*** Block opens ***

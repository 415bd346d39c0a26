"""Parameter expressions of OpenQASM 2.0 (arXiv:1707.03429, section 3 and the grammar's
``exp``): real and integer literals, ``pi``, gate parameters, ``+ - * / ^``, unary minus
and the functions sin, cos, tan, exp, ln, sqrt.

Chains such as ``a+b+c+...`` are kept flat rather than as a left-deep tree, so that no
input builds a tree deeper than its parenthesis/unary/power nesting, and that nesting is
bounded: neither parsing nor evaluating can exhaust the interpreter's stack.
"""

from __future__ import annotations

import math
from collections.abc import Callable, Sequence

from jobkeeper.circuit.lexer import ID, INT, REAL, SYMBOL, Token, TokenStream

#: Parentheses, unary minus and ``^`` nested deeper than this are refused. Real programs
#: stay in single digits; the bound keeps recursion far from Python's stack limit.
MAX_NESTING = 48

FUNCTIONS: dict[str, Callable[[float], float]] = {
    "sin": math.sin,
    "cos": math.cos,
    "tan": math.tan,
    "exp": math.exp,
    "ln": math.log,
    "sqrt": math.sqrt,
}


class ExpressionError(ValueError):
    """An expression has no finite real value (division by zero, ln of 0, overflow...)."""


def _finite(value: float) -> float:
    if not math.isfinite(value):
        raise ExpressionError("expression value is not a finite number")
    return value


class Expr:
    """A parsed expression; ``size`` counts its nodes (the cost of one evaluation)."""

    __slots__ = ("size",)

    def __init__(self, size: int) -> None:
        self.size = size

    def evaluate(self, env: Sequence[float]) -> float:
        raise NotImplementedError


class Num(Expr):
    __slots__ = ("value",)

    def __init__(self, value: float) -> None:
        super().__init__(1)
        self.value = value

    def evaluate(self, env: Sequence[float]) -> float:
        return self.value


class Param(Expr):
    __slots__ = ("index",)

    def __init__(self, index: int) -> None:
        super().__init__(1)
        self.index = index

    def evaluate(self, env: Sequence[float]) -> float:
        return env[self.index]


class Neg(Expr):
    __slots__ = ("operand",)

    def __init__(self, operand: Expr) -> None:
        super().__init__(operand.size + 1)
        self.operand = operand

    def evaluate(self, env: Sequence[float]) -> float:
        return -self.operand.evaluate(env)


class Chain(Expr):
    """``first op1 x1 op2 x2 ...`` for one precedence level (``+ -`` or ``* /``)."""

    __slots__ = ("first", "rest")

    def __init__(self, first: Expr, rest: list[tuple[str, Expr]]) -> None:
        super().__init__(first.size + sum(e.size + 1 for _, e in rest))
        self.first = first
        self.rest = rest

    def evaluate(self, env: Sequence[float]) -> float:
        acc = self.first.evaluate(env)
        try:
            for op, expr in self.rest:
                value = expr.evaluate(env)
                if op == "+":
                    acc = acc + value
                elif op == "-":
                    acc = acc - value
                elif op == "*":
                    acc = acc * value
                else:
                    acc = acc / value
                _finite(acc)
        except ZeroDivisionError:
            raise ExpressionError("division by zero") from None
        return acc


class Pow(Expr):
    __slots__ = ("base", "exponent")

    def __init__(self, base: Expr, exponent: Expr) -> None:
        super().__init__(base.size + exponent.size + 1)
        self.base = base
        self.exponent = exponent

    def evaluate(self, env: Sequence[float]) -> float:
        base = self.base.evaluate(env)
        exponent = self.exponent.evaluate(env)
        try:
            # math.pow, not **: a negative base with a fractional exponent must be an
            # error, not a complex number.
            return _finite(math.pow(base, exponent))
        except (OverflowError, ValueError, ZeroDivisionError):
            raise ExpressionError(f"{base!r}^{exponent!r} has no finite real value") from None


class Call(Expr):
    __slots__ = ("argument", "name")

    def __init__(self, name: str, argument: Expr) -> None:
        super().__init__(argument.size + 1)
        self.name = name
        self.argument = argument

    def evaluate(self, env: Sequence[float]) -> float:
        value = self.argument.evaluate(env)
        try:
            return _finite(FUNCTIONS[self.name](value))
        except (OverflowError, ValueError):
            raise ExpressionError(f"{self.name}({value!r}) has no finite real value") from None


def _const(expr: Expr, stream: TokenStream, at: Token) -> Expr:
    """Fold an expression without parameters now, so that its errors point at it."""
    if isinstance(expr, Num):
        return expr
    if _has_params(expr):
        return expr
    try:
        return Num(expr.evaluate(()))
    except ExpressionError as exc:
        stream.fail(str(exc), at)


def _has_params(expr: Expr) -> bool:
    # Bounded by MAX_NESTING except along flat chains, which are walked in a loop.
    if isinstance(expr, Param):
        return True
    if isinstance(expr, Neg):
        return _has_params(expr.operand)
    if isinstance(expr, Chain):
        return _has_params(expr.first) or any(_has_params(e) for _, e in expr.rest)
    if isinstance(expr, Pow):
        return _has_params(expr.base) or _has_params(expr.exponent)
    if isinstance(expr, Call):
        return _has_params(expr.argument)
    return False


class ExpressionParser:
    """Recursive descent over ``exp``; ``params`` maps a gate's parameter names to their
    positions (empty outside gate bodies, where only ``pi`` may be named)."""

    def __init__(self, stream: TokenStream, params: dict[str, int]) -> None:
        self.stream = stream
        self.params = params
        self.depth = 0

    def parse(self) -> Expr:
        start = self.stream.peek()
        return _const(self._sum(), self.stream, start)

    def _nest(self) -> None:
        self.depth += 1
        if self.depth > MAX_NESTING:
            self.stream.fail(
                f"expression nested more than {MAX_NESTING} levels deep",
                self.stream.prev or self.stream.peek(),
            )

    def _sum(self) -> Expr:
        first = self._product()
        rest: list[tuple[str, Expr]] = []
        while True:
            tok = self.stream.peek()
            if tok.kind == SYMBOL and tok.text in ("+", "-"):
                self.stream.advance()
                rest.append((tok.text, self._product()))
            else:
                break
        return Chain(first, rest) if rest else first

    def _product(self) -> Expr:
        first = self._unary()
        rest: list[tuple[str, Expr]] = []
        while True:
            tok = self.stream.peek()
            if tok.kind == SYMBOL and tok.text in ("*", "/"):
                self.stream.advance()
                rest.append((tok.text, self._unary()))
            else:
                break
        return Chain(first, rest) if rest else first

    def _unary(self) -> Expr:
        if self.stream.peek_is("-"):
            self.stream.advance()
            self._nest()
            operand = self._unary()
            self.depth -= 1
            return Neg(operand)
        return self._power()

    def _power(self) -> Expr:
        base = self._primary()
        if self.stream.peek_is("^"):
            self.stream.advance()
            self._nest()
            exponent = self._unary()  # right-associative: 2^3^2 = 2^(3^2)
            self.depth -= 1
            return Pow(base, exponent)
        return base

    def _primary(self) -> Expr:
        stream = self.stream
        tok = stream.peek()
        if tok.kind in (INT, REAL):
            stream.advance()
            value = float(tok.text)
            if not math.isfinite(value):
                stream.fail(f"number {tok.text[:40]} is too large", tok)
            return Num(value)
        if tok.kind == ID:
            if tok.text == "pi":
                stream.advance()
                return Num(math.pi)
            if tok.text in FUNCTIONS:
                stream.advance()
                stream.expect("(")
                self._nest()
                argument = self._sum()
                self.depth -= 1
                stream.expect(")")
                return Call(tok.text, argument)
            if tok.text in self.params:
                stream.advance()
                return Param(self.params[tok.text])
            if self.params:
                stream.fail(f"unknown parameter '{tok.text}' in expression", tok)
            stream.fail(
                f"unknown name '{tok.text}' in expression (only gate bodies have parameters)",
                tok,
            )
        if tok.kind == SYMBOL and tok.text == "(":
            stream.advance()
            self._nest()
            inner = self._sum()
            self.depth -= 1
            stream.expect(")")
            return inner
        stream.fail_expected("an expression")


def parse_expression(stream: TokenStream, params: dict[str, int]) -> Expr:
    return ExpressionParser(stream, params).parse()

*** Block closes ***

### Exercise objective
Transcribe the whole listing above exactly, leaving nothing out.

### Response to this exercise
repository 415bd346d39c0a26
"""Parameter expressions of OpenQASM 2.0 (arXiv:1707.03429, section 3 and the grammar's
``exp``): real and integer literals, ``pi``, gate parameters, ``+ - * / ^``, unary minus
and the functions sin, cos, tan, exp, ln, sqrt.

Chains such as ``a+b+c+...`` are kept flat rather than as a left-deep tree, so that no
input builds a tree deeper than its parenthesis/unary/power nesting, and that nesting is
bounded: neither parsing nor evaluating can exhaust the interpreter's stack.
"""

from __future__ import annotations

import math
from collections.abc import Callable, Sequence

from jobkeeper.circuit.lexer import ID, INT, REAL, SYMBOL, Token, TokenStream

#: Parentheses, unary minus and ``^`` nested deeper than this are refused. Real programs
#: stay in single digits; the bound keeps recursion far from Python's stack limit.
MAX_NESTING = 48

FUNCTIONS: dict[str, Callable[[float], float]] = {
    "sin": math.sin,
    "cos": math.cos,
    "tan": math.tan,
    "exp": math.exp,
    "ln": math.log,
    "sqrt": math.sqrt,
}


class ExpressionError(ValueError):
    """An expression has no finite real value (division by zero, ln of 0, overflow...)."""


def _finite(value: float) -> float:
    if not math.isfinite(value):
        raise ExpressionError("expression value is not a finite number")
    return value


class Expr:
    """A parsed expression; ``size`` counts its nodes (the cost of one evaluation)."""

    __slots__ = ("size",)

    def __init__(self, size: int) -> None:
        self.size = size

    def evaluate(self, env: Sequence[float]) -> float:
        raise NotImplementedError


class Num(Expr):
    __slots__ = ("value",)

    def __init__(self, value: float) -> None:
        super().__init__(1)
        self.value = value

    def evaluate(self, env: Sequence[float]) -> float:
        return self.value


class Param(Expr):
    __slots__ = ("index",)

    def __init__(self, index: int) -> None:
        super().__init__(1)
        self.index = index

    def evaluate(self, env: Sequence[float]) -> float:
        return env[self.index]


class Neg(Expr):
    __slots__ = ("operand",)

    def __init__(self, operand: Expr) -> None:
        super().__init__(operand.size + 1)
        self.operand = operand

    def evaluate(self, env: Sequence[float]) -> float:
        return -self.operand.evaluate(env)


class Chain(Expr):
    """``first op1 x1 op2 x2 ...`` for one precedence level (``+ -`` or ``* /``)."""

    __slots__ = ("first", "rest")

    def __init__(self, first: Expr, rest: list[tuple[str, Expr]]) -> None:
        super().__init__(first.size + sum(e.size + 1 for _, e in rest))
        self.first = first
        self.rest = rest

    def evaluate(self, env: Sequence[float]) -> float:
        acc = self.first.evaluate(env)
        try:
            for op, expr in self.rest:
                value = expr.evaluate(env)
                if op == "+":
                    acc = acc + value
                elif op == "-":
                    acc = acc - value
                elif op == "*":
                    acc = acc * value
                else:
                    acc = acc / value
                _finite(acc)
        except ZeroDivisionError:
            raise ExpressionError("division by zero") from None
        return acc


class Pow(Expr):
    __slots__ = ("base", "exponent")

    def __init__(self, base: Expr, exponent: Expr) -> None:
        super().__init__(base.size + exponent.size + 1)
        self.base = base
        self.exponent = exponent

    def evaluate(self, env: Sequence[float]) -> float:
        base = self.base.evaluate(env)
        exponent = self.exponent.evaluate(env)
        try:
            # math.pow, not **: a negative base with a fractional exponent must be an
            # error, not a complex number.
            return _finite(math.pow(base, exponent))
        except (OverflowError, ValueError, ZeroDivisionError):
            raise ExpressionError(f"{base!r}^{exponent!r} has no finite real value") from None


class Call(Expr):
    __slots__ = ("argument", "name")

    def __init__(self, name: str, argument: Expr) -> None:
        super().__init__(argument.size + 1)
        self.name = name
        self.argument = argument

    def evaluate(self, env: Sequence[float]) -> float:
        value = self.argument.evaluate(env)
        try:
            return _finite(FUNCTIONS[self.name](value))
        except (OverflowError, ValueError):
            raise ExpressionError(f"{self.name}({value!r}) has no finite real value") from None


def _const(expr: Expr, stream: TokenStream, at: Token) -> Expr:
    """Fold an expression without parameters now, so that its errors point at it."""
    if isinstance(expr, Num):
        return expr
    if _has_params(expr):
        return expr
    try:
        return Num(expr.evaluate(()))
    except ExpressionError as exc:
        stream.fail(str(exc), at)


def _has_params(expr: Expr) -> bool:
    # Bounded by MAX_NESTING except along flat chains, which are walked in a loop.
    if isinstance(expr, Param):
        return True
    if isinstance(expr, Neg):
        return _has_params(expr.operand)
    if isinstance(expr, Chain):
        return _has_params(expr.first) or any(_has_params(e) for _, e in expr.rest)
    if isinstance(expr, Pow):
        return _has_params(expr.base) or _has_params(expr.exponent)
    if isinstance(expr, Call):
        return _has_params(expr.argument)
    return False


class ExpressionParser:
    """Recursive descent over ``exp``; ``params`` maps a gate's parameter names to their
    positions (empty outside gate bodies, where only ``pi`` may be named)."""

    def __init__(self, stream: TokenStream, params: dict[str, int]) -> None:
        self.stream = stream
        self.params = params
        self.depth = 0

    def parse(self) -> Expr:
        start = self.stream.peek()
        return _const(self._sum(), self.stream, start)

    def _nest(self) -> None:
        self.depth += 1
        if self.depth > MAX_NESTING:
            self.stream.fail(
                f"expression nested more than {MAX_NESTING} levels deep",
                self.stream.prev or self.stream.peek(),
            )

    def _sum(self) -> Expr:
        first = self._product()
        rest: list[tuple[str, Expr]] = []
        while True:
            tok = self.stream.peek()
            if tok.kind == SYMBOL and tok.text in ("+", "-"):
                self.stream.advance()
                rest.append((tok.text, self._product()))
            else:
                break
        return Chain(first, rest) if rest else first

    def _product(self) -> Expr:
        first = self._unary()
        rest: list[tuple[str, Expr]] = []
        while True:
            tok = self.stream.peek()
            if tok.kind == SYMBOL and tok.text in ("*", "/"):
                self.stream.advance()
                rest.append((tok.text, self._unary()))
            else:
                break
        return Chain(first, rest) if rest else first

    def _unary(self) -> Expr:
        if self.stream.peek_is("-"):
            self.stream.advance()
            self._nest()
            operand = self._unary()
            self.depth -= 1
            return Neg(operand)
        return self._power()

    def _power(self) -> Expr:
        base = self._primary()
        if self.stream.peek_is("^"):
            self.stream.advance()
            self._nest()
            exponent = self._unary()  # right-associative: 2^3^2 = 2^(3^2)
            self.depth -= 1
            return Pow(base, exponent)
        return base

    def _primary(self) -> Expr:
        stream = self.stream
        tok = stream.peek()
        if tok.kind in (INT, REAL):
            stream.advance()
            value = float(tok.text)
            if not math.isfinite(value):
                stream.fail(f"number {tok.text[:40]} is too large", tok)
            return Num(value)
        if tok.kind == ID:
            if tok.text == "pi":
                stream.advance()
                return Num(math.pi)
            if tok.text in FUNCTIONS:
                stream.advance()
                stream.expect("(")
                self._nest()
                argument = self._sum()
                self.depth -= 1
                stream.expect(")")
                return Call(tok.text, argument)
            if tok.text in self.params:
                stream.advance()
                return Param(self.params[tok.text])
            if self.params:
                stream.fail(f"unknown parameter '{tok.text}' in expression", tok)
            stream.fail(
                f"unknown name '{tok.text}' in expression (only gate bodies have parameters)",
                tok,
            )
        if tok.kind == SYMBOL and tok.text == "(":
            stream.advance()
            self._nest()
            inner = self._sum()
            self.depth -= 1
            stream.expect(")")
            return inner
        stream.fail_expected("an expression")


def parse_expression(stream: TokenStream, params: dict[str, int]) -> Expr:
    return ExpressionParser(stream, params).parse()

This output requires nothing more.